(Records excerpted from a collection)
=-=-=-=-=
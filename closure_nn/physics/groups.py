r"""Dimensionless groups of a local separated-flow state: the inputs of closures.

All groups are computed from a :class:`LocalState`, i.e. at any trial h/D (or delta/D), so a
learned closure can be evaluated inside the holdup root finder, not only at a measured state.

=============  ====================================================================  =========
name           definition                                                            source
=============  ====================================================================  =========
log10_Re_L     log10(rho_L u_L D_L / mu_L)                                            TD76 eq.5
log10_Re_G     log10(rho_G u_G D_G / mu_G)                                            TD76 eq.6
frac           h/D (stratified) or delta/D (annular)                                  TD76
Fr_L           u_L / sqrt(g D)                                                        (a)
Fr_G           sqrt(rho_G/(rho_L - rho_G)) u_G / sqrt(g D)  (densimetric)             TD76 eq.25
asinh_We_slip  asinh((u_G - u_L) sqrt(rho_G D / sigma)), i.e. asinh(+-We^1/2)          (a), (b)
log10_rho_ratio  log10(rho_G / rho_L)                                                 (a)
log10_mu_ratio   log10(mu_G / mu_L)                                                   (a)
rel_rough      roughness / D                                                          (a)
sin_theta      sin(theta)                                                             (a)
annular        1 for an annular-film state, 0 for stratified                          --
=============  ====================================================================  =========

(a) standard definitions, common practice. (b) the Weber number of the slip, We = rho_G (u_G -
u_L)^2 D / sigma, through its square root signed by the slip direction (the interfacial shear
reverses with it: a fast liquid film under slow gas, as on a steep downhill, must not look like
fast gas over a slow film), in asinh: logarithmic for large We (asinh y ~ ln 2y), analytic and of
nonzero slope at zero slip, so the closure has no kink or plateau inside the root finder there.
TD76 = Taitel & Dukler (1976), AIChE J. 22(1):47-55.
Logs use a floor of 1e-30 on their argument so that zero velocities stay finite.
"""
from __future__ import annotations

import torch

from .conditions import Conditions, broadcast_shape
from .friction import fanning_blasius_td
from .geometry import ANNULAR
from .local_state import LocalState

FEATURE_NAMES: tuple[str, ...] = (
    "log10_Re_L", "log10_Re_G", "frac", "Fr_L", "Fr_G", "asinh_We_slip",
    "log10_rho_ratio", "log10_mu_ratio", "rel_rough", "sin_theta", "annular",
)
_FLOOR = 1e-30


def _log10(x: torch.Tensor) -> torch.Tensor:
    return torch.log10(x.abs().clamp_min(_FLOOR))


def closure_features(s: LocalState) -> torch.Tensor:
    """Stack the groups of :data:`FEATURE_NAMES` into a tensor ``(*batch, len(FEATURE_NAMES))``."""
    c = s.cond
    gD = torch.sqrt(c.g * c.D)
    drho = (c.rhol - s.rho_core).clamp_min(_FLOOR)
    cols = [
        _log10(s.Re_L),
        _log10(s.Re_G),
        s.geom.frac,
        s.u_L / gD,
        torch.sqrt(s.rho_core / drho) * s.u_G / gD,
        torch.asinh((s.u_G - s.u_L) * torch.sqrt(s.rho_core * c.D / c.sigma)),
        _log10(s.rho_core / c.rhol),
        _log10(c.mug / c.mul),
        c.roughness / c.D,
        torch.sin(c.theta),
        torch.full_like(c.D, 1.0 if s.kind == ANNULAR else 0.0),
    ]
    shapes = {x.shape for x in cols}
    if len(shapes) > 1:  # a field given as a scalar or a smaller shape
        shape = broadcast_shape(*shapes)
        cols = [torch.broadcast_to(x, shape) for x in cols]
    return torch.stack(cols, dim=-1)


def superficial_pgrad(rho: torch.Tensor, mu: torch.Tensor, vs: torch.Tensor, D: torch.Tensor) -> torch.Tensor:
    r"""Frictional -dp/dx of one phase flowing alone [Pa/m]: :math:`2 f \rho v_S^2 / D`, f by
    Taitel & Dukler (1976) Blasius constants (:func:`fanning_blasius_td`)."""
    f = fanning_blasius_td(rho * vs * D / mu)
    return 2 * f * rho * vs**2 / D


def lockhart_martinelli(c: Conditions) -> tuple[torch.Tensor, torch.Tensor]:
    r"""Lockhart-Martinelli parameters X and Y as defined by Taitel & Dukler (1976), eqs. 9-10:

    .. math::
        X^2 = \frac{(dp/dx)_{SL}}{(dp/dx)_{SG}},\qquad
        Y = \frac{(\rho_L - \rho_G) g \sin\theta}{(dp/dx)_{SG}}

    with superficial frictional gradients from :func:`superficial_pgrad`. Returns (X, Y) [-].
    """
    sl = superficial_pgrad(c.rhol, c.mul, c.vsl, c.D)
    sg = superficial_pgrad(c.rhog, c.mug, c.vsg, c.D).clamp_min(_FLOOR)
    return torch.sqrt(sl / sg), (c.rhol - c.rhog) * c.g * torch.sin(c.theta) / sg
=-=-=-=-=
(Goal of the exercise) Up to and including the line with "learned closure can", print every line of the records from the start.

(Task result)
filename closure_nn/physics/groups.py
r"""Dimensionless groups of a local separated-flow state: the inputs of closures.

All groups are computed from a :class:`LocalState`, i.e. at any trial h/D (or delta/D), so a
learned closure can be evaluated inside the holdup root finder, not only at a measured state.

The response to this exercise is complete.